The STA process calculates the approximate delay between a circuit's inputs and outputs. Such delay is one of the figures of merit for a circuit. A rising or falling voltage transition may be abstracted by a timing event, to approximate an actual circuit voltage waveform using only two parameters, the arrival time and slew rate. The arrival time of the transition may be based on the time that the voltage waveform reaches a selected reference voltage or trip point, such as a particular percentage of the supply voltage for example. The slew rate is the maximum rate of voltage change, which in STA may be estimated from the time the waveform takes to move from one given voltage to a second given voltage, where again the given voltages may be expressed as particular percentages of the supply voltage.

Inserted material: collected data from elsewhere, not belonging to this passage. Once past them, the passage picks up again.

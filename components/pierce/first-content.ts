import type { StrategyContent } from '@/shared/strategies.ts';
import { cornerRuleDefaults, cutConditionDefaults } from '@/strategy/corners/defaults.ts';
import type { MachineProfile, Nozzle } from '@/strategy/machine.ts';
import { pierceStageDefaults, type Stage } from '@/strategy/pierce/index.ts';

export type FirstChoices = Pick<
  StrategyContent,
  'machineRevisionId' | 'gradeGroup' | 'nozzleId' | 'thickness' | 'hottestPlate'
>;

/**
 * What a new draft begins with, for the thickest plate of its range: the stages given, or usual ones, and usual conditions for the cut
 * and its corners, each number to be tried and changed.
 */
export function firstContent(
  choices: FirstChoices,
  profile: MachineProfile,
  nozzle: Nozzle,
  stages: readonly Stage[] = pierceStageDefaults(profile, choices.thickness.max * 1e-6, nozzle),
): StrategyContent {
  const { loop, dwell, ...rules } = cornerRuleDefaults(profile);
  return {
    ...choices,
    gas: 'oxygen',
    cut: { ...cutConditionDefaults(profile, choices.thickness.max * 1e-6) },
    stages: stages.map((stage) => ({ duration: stage.duration, from: { ...stage.from }, to: { ...stage.to } })),
    cornerRules: { ...rules, loop: { ...loop }, dwell: { ...dwell } },
  };
}
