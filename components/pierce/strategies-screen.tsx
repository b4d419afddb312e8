import { useQuery } from '@tanstack/react-query';
import { useState } from 'react';
import { strategiesQuery, strategyQuery } from '@/components/data/strategies.ts';
import { useActor } from '@/components/shell/actor.tsx';
import { Page } from '@/components/shell/page.tsx';
import { common } from '@/components/text/common.ts';
import { strategiesText, thicknessRangeText } from '@/components/text/pierce.ts';
import { useLayout } from '@/components/theme/layout.ts';
import { Empty } from '@/components/ui/empty.tsx';
import { ErrorNotice } from '@/components/ui/error-notice.tsx';
import { ButtonLink } from '@/components/ui/link.tsx';
import { LinkRow, Rows } from '@/components/ui/link-row.tsx';
import { Mark } from '@/components/ui/mark.tsx';
import { PressRow } from '@/components/ui/press-row.tsx';
import { Progress } from '@/components/ui/progress.tsx';
import { Cell, Row, Stack } from '@/components/ui/stack.tsx';
import { Figure, Heading, Small } from '@/components/ui/text.tsx';
import { TextField } from '@/components/ui/text-field.tsx';
import { useUnitSystem } from '@/components/ui/unit-system.ts';
import { may } from '@/shared/policy.ts';
import type { StrategySummary } from '@/shared/strategies.ts';
import type { UnitSystem } from '@/strategy/units/index.ts';
import { Core } from './core.tsx';
import { StateMark } from './state-mark.tsx';
import { RevisionRows, StandingSection } from './strategy-parts.tsx';

/** All strategies of the plant, each with its core, where it stands and its reserves; on a wide screen the chosen one's section beside. */
export function StrategiesScreen() {
  const actor = useActor();
  const { wide } = useLayout();
  const system = useUnitSystem();
  const strategies = useQuery(strategiesQuery());
  const [sought, setSought] = useState('');
  const [chosen, setChosen] = useState<string | null>(null);
  const mayWrite = actor !== null && may(actor, 'strategy.write');
  const begin = mayWrite && <ButtonLink kind="main" href="/strategies/new" label={strategiesText.new} />;
  const found = (strategies.data ?? []).filter((one) => strategyMatches(one, sought, system));
  const shown = found.find(({ id }) => id === chosen) ?? found[0];

  const list = (
    <Stack gap="l">
      <TextField kind="search" label={strategiesText.search} value={sought} onChange={setSought} />
      {found.length === 0 ? (
        <Empty title={strategiesText.noneFound(sought)} />
      ) : (
        <Rows label={strategiesText.list}>
          {found.map((one) => {
            const core = <Core bands={one.latest.bands} reserve={one.latest.reserveCold} size={48} silent />;
            return wide ? (
              <PressRow key={one.id} chosen={one.id === shown?.id} left={core} onPress={() => setChosen(one.id)}>
                <StrategyFacts strategy={one} system={system} />
              </PressRow>
            ) : (
              <LinkRow key={one.id} href={`/strategies/${one.id}`} left={core}>
                <StrategyFacts strategy={one} system={system} />
              </LinkRow>
            );
          })}
        </Rows>
      )}
    </Stack>
  );

  return (
    <Page title={strategiesText.title} actions={begin || undefined} estimates>
      {strategies.data ? (
        strategies.data.length === 0 ? (
          <Empty title={strategiesText.empty} action={begin}>
            {strategiesText.emptyHint}
          </Empty>
        ) : wide ? (
          <Row align="flex-start" wrap={false} gap="xl">
            <Cell grow={2}>{list}</Cell>
            <Cell grow={3}>{shown && <StrategyPane key={shown.id} id={shown.id} />}</Cell>
          </Row>
        ) : (
          list
        )
      ) : strategies.isError ? (
        <ErrorNotice error={strategies.error} onRetry={() => void strategies.refetch()} />
      ) : (
        <Progress label={strategiesText.loading} />
      )}
    </Page>
  );
}

/** The chosen strategy beside the list: its section and its revisions. */
function StrategyPane({ id }: { id: string }) {
  const strategy = useQuery(strategyQuery(id));
  if (!strategy.data) {
    return strategy.isError ? (
      <ErrorNotice error={strategy.error} onRetry={() => void strategy.refetch()} />
    ) : (
      <Progress label={common.loading} />
    );
  }
  return (
    <Stack gap="l">
      <Row justify="space-between">
        <Stack grow>
          <Heading level={2}>{strategy.data.name}</Heading>
        </Stack>
        <ButtonLink href={`/strategies/${id}`} label={strategiesText.open} />
      </Row>
      <StandingSection strategy={strategy.data} />
      <RevisionRows strategy={strategy.data} />
    </Stack>
  );
}

function StrategyFacts({ strategy, system }: { strategy: StrategySummary; system: UnitSystem }) {
  const { latest, approved } = strategy;
  return (
    <Stack gap="hair">
      <Figure value={`${strategy.gradeGroup}, ${thicknessRangeText(strategy.thickness, system)}`} />
      <Small strong>{strategy.machine.name}</Small>
      <Small>{strategy.name}</Small>
      <StateMark small state={latest.state} detail={strategiesText.revision(latest.number)} />
      {approved && approved.id !== latest.id && <Small>{strategiesText.alsoApproved(approved.number)}</Small>}
      <Small>{strategiesText.reserves(latest.reserveCold, latest.reserveHot)}</Small>
      {strategy.openReports > 0 && (
        <Row gap="s" wrap={false}>
          <Mark name="caution" size={18} tone="hot" />
          <Small tone="hot">{strategiesText.reports(strategy.openReports)}</Small>
        </Row>
      )}
    </Stack>
  );
}

/** Every word typed is found in what the row shows; a plain number also finds the range that holds it, in the unit shown. */
export function strategyMatches(strategy: StrategySummary, sought: string, system: UnitSystem): boolean {
  const range = thicknessRangeText(strategy.thickness, system);
  const text = [strategy.name, strategy.gradeGroup, strategy.machine.name, range].join(' ').toLowerCase();
  const unit = system === 'metric' ? 1000 : 25_400;
  return sought
    .toLowerCase()
    .split(/\s+/)
    .filter((word) => word !== '' && word !== 'mm' && word !== 'in')
    .every((word) => {
      const thickness = Number(word.replace(',', '.').replace(/mm$|in$/, '')) * unit;
      return text.includes(word) || (thickness >= strategy.thickness.min && thickness < strategy.thickness.max);
    });
}
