describe('a layout', () => {
  it('shows its plate, its pieces as sentences, and that nothing is in the way', async () => {
    serveLayout(layoutOf());
    await open();
    expect(
      screen.getByRole('img', { name: /Drawing of Blocks: 2 pieces on the plate, nothing in the way/ }),
    ).toBeTruthy();
    expect(screen.getByText('Nothing overlaps, and all keep their distance.')).toBeTruthy();
    const list = screen.getByRole('list', { name: 'Pieces' });
    expect(within(list).getByText('20 mm from the left, 20 mm from below')).toBeTruthy();
    expect(screen.getAllByTestId('drawing-way')).toHaveLength(1);
  });

  it('is changed by typing and pushing, says at once what is in the way, and is saved from the version that was seen', async () => {
    const { put } = serveLayout(layoutOf());
    const user = await open();
    await choose(user, /^Piece 2, Block/);
    const x = screen.getByLabelText(/^From the left/);
    await user.clear(x);
    await user.type(x, '100');
    expect(await screen.findByText(/Part 1, Block, and part 2, Block, overlap or touch/)).toBeTruthy();
    await user.clear(x);
    await user.type(x, '129.3');
    expect(await screen.findByText(/only 9.3 mm stay|Only 9.3 mm stay/)).toBeTruthy();
    await user.click(screen.getByRole('button', { name: 'Push right by 1 mm' }));
    expect(await screen.findByText('Nothing overlaps, and all keep their distance.')).toBeTruthy();
    await user.click(screen.getByRole('button', { name: 'Quarter turn' }));
    await user.click(screen.getByRole('button', { name: 'Mirror' }));
    expect(screen.getByText('Not saved yet.')).toBeTruthy();
    await user.click(screen.getByRole('button', { name: 'Save the layout' }));
    await waitFor(() => expect(put()).toHaveLength(1));
    expect(put()[0]?.headers.get('if-match')).toBe('"3"');
    const sent = put()[0]?.body as LayoutForm; // the screen's own form
    expect(sent.placements[1]).toMatchObject({ number: 2, mirrored: true });
    expect(sent.placements[1]?.at.x).toBeCloseTo(0.1303, 9);
    expect(sent.placements[1]?.turn).toBeCloseTo(Math.PI / 2, 12);
    expect(await screen.findByText('Saved.')).toBeTruthy();
  });

  it('takes back what was done, step by step', async () => {
    serveLayout(layoutOf());
    const user = await open();
    await choose(user, /^Piece 1, Block/);
    await user.click(screen.getByRole('button', { name: 'Take away' }));
    expect(within(screen.getByRole('list', { name: 'Pieces' })).getAllByRole('button')).toHaveLength(1);
    await user.click(screen.getByRole('button', { name: 'Undo' }));
    expect(within(screen.getByRole('list', { name: 'Pieces' })).getAllByRole('button')).toHaveLength(2);
    await user.click(screen.getByRole('button', { name: 'Redo' }));
    expect(within(screen.getByRole('list', { name: 'Pieces' })).getAllByRole('button')).toHaveLength(1);
    // leaves nothing behind for the next test
    await user.click(screen.getByRole('button', { name: 'Undo' }));
  });

  it('takes a part in rows and columns, numbered after those that are there', async () => {
    const { put } = serveLayout(layoutOf());
    const user = await open();
    await user.selectOptions(await screen.findByLabelText('Part'), 'Block');
    for (const [label, text] of [
      ['Rows', '2'],
      ['Columns', '3'],
    ] as const) {
      const field = screen.getByLabelText(label);
      await user.clear(field);
      await user.type(field, text);
    }
    await user.click(screen.getByRole('button', { name: 'Place 6 pieces' }));
    const list = screen.getByRole('list', { name: 'Pieces' });
    expect(within(list).getAllByRole('button')).toHaveLength(8);
    expect(await screen.findByText('Nothing overlaps, and all keep their distance.')).toBeTruthy();
    await user.click(screen.getByRole('button', { name: 'Save the layout' }));
    await waitFor(() => expect(put()).toHaveLength(1));
    const { placements } = put()[0]?.body as LayoutForm; // the screen's own form
    expect(placements.map(({ number }) => number)).toEqual([1, 2, 3, 4, 5, 6, 7, 8]);
    const [third, fourth, , sixth] = placements.slice(2);
    expect((fourth?.at.x ?? 0) - (third?.at.x ?? 0)).toBeCloseTo(0.1 + 9.4e-3, 9);
    expect((sixth?.at.y ?? 0) - (third?.at.y ?? 0)).toBeCloseTo(0.06 + 9.4e-3, 9);
  });

  it('keeps holes before their outline when its order is changed by hand', async () => {
    const { put } = serveLayout(layoutOf());
    const user = await open();
    const order = () => screen.getByRole('list', { name: 'Cut order' });
    await user.click(within(order()).getByRole('button', { name: /2\. part 2, Block/ }));
    await user.click(screen.getByRole('button', { name: 'Cut hole 1 of part 2, Block one place later' }));
    expect(
      screen.getByText('Hole 1 of part 2, Block, must be cut before the outline around it falls out.'),
    ).toBeTruthy();
    await user.click(screen.getByRole('button', { name: 'Cut part 2, Block before the part before it' }));
    await user.click(screen.getByRole('button', { name: 'Save the layout' }));
    await waitFor(() => expect(put()).toHaveLength(1));
    expect(put()[0]?.body).toMatchObject({ order: ['2.2', '2.1', '1.2', '1.1'] });
    await user.click(screen.getByRole('button', { name: 'Compute it again' }));
    await user.click(screen.getByRole('button', { name: 'Save the layout' }));
    await waitFor(() => expect(put()).toHaveLength(2));
    expect(put()[1]?.body).toMatchObject({ order: null });
  });

  it('that somebody laid out anew meanwhile is theirs or mine, as one says', async () => {
    let theirs: Layout | null = layoutOf({ name: 'Theirs' }, 4);
    const { put, keep } = serveLayout(layoutOf(), ({ headers }) => {
      if (!theirs) return null;
      keep(theirs);
      theirs = null;
      expect(headers.get('if-match')).toBe('"3"');
      return problem('stale');
    });
    const user = await open();
    await choose(user, /^Piece 1, Block/);
    await user.click(screen.getByRole('button', { name: 'Push up by 1 mm' }));
    await user.click(screen.getByRole('button', { name: 'Save the layout' }));
    await user.click(await screen.findByRole('button', { name: 'Save mine in its place' }));
    await waitFor(() => expect(put()).toHaveLength(2));
    expect(put()[1]?.headers.get('if-match')).toBe('"4"');
    expect(put()[1]?.body).toMatchObject({ name: 'Blocks' });
    expect(await screen.findByText('Saved.')).toBeTruthy();
  });

  it('keeps what was changed for whoever goes to look at something else', async () => {
    serveLayout(layoutOf());
    const user = await open();
    await choose(user, /^Piece 1, Block/);
    await user.click(screen.getByRole('button', { name: 'Push up by 1 mm' }));
    document.body.innerHTML = '';
    await open();
    expect(screen.getByText('What you changed before is still here, and not saved yet.')).toBeTruthy();
    expect(screen.getByText('20 mm from the left, 21 mm from below')).toBeTruthy();
    await user.click(screen.getByRole('button', { name: 'Save the layout' }));
    await screen.findByText('Saved.');
  });

  it('lets a chosen piece be pushed with the pointer', async () => {
    serveLayout(layoutOf());
    const user = await open();
    await choose(user, /^Piece 1, Block/);
    const frame = screen.getByRole('group', { name: /^Drawing\./ });
    frame.setPointerCapture = () => undefined;
    frame.hasPointerCapture = () => true;
    // the whole plate, 1 × 0.5 m, is shown in a frame 640 px wide: its lower left corner and scale are the drawing's own
    const scale = 640 - 56;
    const height = 560;
    const at = (x: number, y: number) => ({
      clientX: 320 + (x - 0.5) * scale,
      clientY: height / 2 - (y - 0.25) * scale,
    });
    const pointer = (type: string, place: object) =>
      act(() => {
        fireEvent(frame, Object.assign(new MouseEvent(type, { bubbles: true, button: 0, ...place }), { pointerId: 1 }));
      });
    pointer('pointerdown', at(0.03, 0.03));
    pointer('pointermove', at(0.08, 0.08));
    pointer('pointermove', at(0.13, 0.13));
    expect(screen.getByTestId('layout-ghost')).toBeTruthy();
    pointer('pointerup', at(0.13, 0.13));
    expect(screen.queryByTestId('layout-ghost')).toBeNull();
    expect(screen.getByText('120 mm from the left, 120 mm from below')).toBeTruthy();
    await user.click(screen.getByRole('button', { name: 'Undo' }));
  });
});

/** Of a plan's page all but the plan itself. */
const besidePlan = (path: string) => (path.endsWith('/path') ? pathOf(planOf()) : { items: [] });

describe('the corner plans of a layout', () => {
  const plans = [
    {
      id: ids.revision,
      strategyName: 'Bearing plate',
      revisionNumber: 3,
      layoutVersion: 2,
      changedAt: '2031-03-01T09:00:00Z',
    },
  ];

  it('are listed with the version they were made for, and made of what is saved alone', async () => {
    serveLayout({ ...layoutOf(), cornerPlans: plans });
    const user = await open();
    const row = screen.getByRole('link', { name: /Bearing plate, revision 3/ });
    expect(row.textContent).toContain('for version 2: the plate was laid out anew since then');
    expect(await screen.findByText('No strategy was handed in yet to plan with.')).toBeTruthy();
    await choose(user, /^Piece 1, Block/);
    await user.click(screen.getByRole('button', { name: 'Push up by 1 mm' }));
    expect(screen.getByText('Save the layout first: corners are planned of what is saved.')).toBeTruthy();
    await user.click(screen.getByRole('button', { name: 'Undo' }));
  });

  const layout = { id: ids.plate, version: 2, newest: 3, outline: wireOutline(plateRectangle(1, 0.5), null) };

  it('say that the plate was laid out anew, and are planned again for it', async () => {
    const requests = serveWith(({ method, path }) => {
      if (!path.startsWith('/api/corner-plans') || path.endsWith('/path')) return json(besidePlan(path));
      return json(planOf({ layout: method === 'PUT' ? { ...layout, version: 3 } : layout, version: 5 }));
    });
    show(<CornerPlanScreen id={ids.report} />, 'programmer');
    expect(await screen.findByText(/made for version 2 of the layout.*version 3 is the newest/)).toBeTruthy();
    expect(screen.queryByLabelText('Below')).toBeNull();
    await userEvent.click(screen.getByRole('button', { name: 'Plan the newest layout' }));
    await waitFor(() => expect(screen.queryByText(/made for version 2/)).toBeNull());
    expect(requests.find(({ method }) => method === 'PUT')?.headers.get('if-match')).toBe('"5"');
  });

  it('say it to an operator too, who can’t plan', async () => {
    serveWith(({ path }) =>
      json(path.startsWith('/api/corner-plans') && !path.endsWith('/path') ? planOf({ layout }) : besidePlan(path)),
    );
    show(<CornerPlanScreen id={ids.report} />, 'operator');
    expect(await screen.findByText(/made for version 2 of the layout/)).toBeTruthy();
    expect(screen.queryByRole('button', { name: 'Plan the newest layout' })).toBeNull();
    expect(screen.queryByRole('link', { name: 'Open the layout' })).toBeNull();
  });
});

describe('the draft of a layout', () => {
  const draft = (): LayoutDraft => {
    const layout = layoutOf();
    return { form: formOf(layout), outline: outlineOf(layout.outline), of: null, parts: layout.parts.map(laidPart) };
  };

  it('takes back what was typed into one field as one step', () => {
    let history = historyOf(draft());
    for (const x of [0.1, 0.12, 0.123]) {
      history = layoutReduce(history, { do: 'put', number: 1, change: { at: { x, y: 0 } }, field: 'x' });
    }
    expect(history.past).toHaveLength(1);
    history = layoutReduce(history, { do: 'put', number: 1, change: { turn: 1 }, field: 'turn' });
    expect(history.past).toHaveLength(2);
    history = layoutReduce(layoutReduce(history, { do: 'undo' }), { do: 'undo' });
    expect(history.draft).toEqual(draft());
  });

  it('numbers the next piece after the highest, or where one is free', () => {
    expect(nextNumber([])).toBe(1);
    expect(nextNumber([piece(1, 0), piece(7, 0)])).toBe(8);
    expect(nextNumber([piece(1, 0), piece(9999, 0)])).toBe(2);
  });

  it('turns on and on within what can be saved', () => {
    let turn = 0;
    for (let i = 0; i < 9; i++) {
      turn = turnWithin(turn + Math.PI / 2);
      expect(Math.abs(turn)).toBeLessThanOrEqual(Math.PI + 1e-12);
    }
    expect(turn).toBeCloseTo(Math.PI / 2, 9);
  });
});
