import { useQuery } from '@tanstack/react-query';
import { strategyQuery } from '@/components/data/strategies.ts';
import { Page } from '@/components/shell/page.tsx';
import { common } from '@/components/text/common.ts';
import { strategiesText } from '@/components/text/pierce.ts';
import { useLayout } from '@/components/theme/layout.ts';
import { ErrorNotice } from '@/components/ui/error-notice.tsx';
import { EstimateNote } from '@/components/ui/estimate-note.tsx';
import { Progress } from '@/components/ui/progress.tsx';
import { RevisionRows, StandingSection } from './strategy-parts.tsx';

/** One strategy: the section of the revision that stands for it, and all its revisions. */
export function StrategyScreen({ id }: { id: string }) {
  const strategy = useQuery(strategyQuery(id));
  const { wide } = useLayout();
  if (!strategy.data) {
    return (
      <Page title={strategiesText.one}>
        {strategy.isError ? (
          <ErrorNotice error={strategy.error} onRetry={() => void strategy.refetch()} />
        ) : (
          <Progress label={common.loading} />
        )}
      </Page>
    );
  }
  const revisions = <RevisionRows strategy={strategy.data} />;
  return (
    <Page title={strategy.data.name} eyebrow={strategiesText.one} aside={wide ? revisions : undefined}>
      {!wide && revisions}
      <StandingSection strategy={strategy.data} />
      <EstimateNote />
    </Page>
  );
}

In advanced semiconductor fabrication processes, with design features now regularly at or below sixteen nanometers, real circuit component behavior is not always sufficiently straightforward that such analysis approximations are adequate. The approximation of the actual circuit waveform provided by the STA timing event for example may be too imprecise to verify the design's timing correctness. Even simple circuit blocks may prove challenging to characterize accurately with existing static timing methods in some circumstances.
A conceptually simple equivalent circuit block to be approximately characterized for STA may comprise merely a driver that drives a receiver, generally via an interconnect network. Drivers and receivers may comprise a variety of components, such as logic gates and their combinations for example. The interconnect network may be described by a network of resistors and capacitors (an RC network) that mimics the interconnect network behavior in a computationally inexpensive manner, or by a look-up table that provides descriptive information without requiring detailed simulation. Interconnect modeling has become well developed in the art. Focus therefore shifts to the role of the receiver in timing estimation. The electrical load the receiver places on a driver has become a significant part of the overall electrical load seen by the driver, and merits further modeling attention.
The receiver input capacitance becomes larger as a fraction of the total capacitance driven by a driver as design features are reduced in size. The electrical behavior of the receiver input capacitance also becomes less static and more dynamic at smaller geometries, meaning the time dependence and voltage dependence of the receiver becomes more complicated. The resulting nonlinear receiver capacitance is a leading cause of the resulting waveform anomalies that dominate delay calculation errors. Circuit timing analysis and verification accuracy therefore increasingly depend on the receiver load modeling accuracy.
The receiver load was traditionally modeled by a single “pin” capacitance obtained from a pre-characterized library. Prior art methods of adapting such capacitance models for more accuracy exist. One such method involves approximating the capacitance with an average value of a weighted sum of three individual values, with the weights found experimentally. The resulting transition time is then scaled by a “slew factor” computed from capacitance values at different voltage transition levels. This prior art method is simple and computationally fast, but is still inaccurate in some cases, and cannot capture physical phenomena well.
There are several important physical phenomena that are not currently well-modeled in digital circuit timing analysis, and more particularly in modeling receiver loads. One such phenomenon is the resistive shielding of the transistor gate capacitances, which results from the use of polysilicon transistor gates and contacts in advanced fabrication processes. Another phenomenon is the back-Miller effect, which is caused by coupling capacitance between a receiver's input and the first receiver output stage, particularly when the first receiver output stage is actively switching states. These effects tend to cause significant waveform anomalies that are not currently predicted accurately. As a result of the inadequacy of prior receiver load modeling efforts, the delays, transition rates, and other electrical measurements estimated by circuit timing tools may include significant errors.
The inventors have therefore developed an improved approach to more accurately modeling receiver loads in a circuit design, particularly for timing analysis of digital circuits.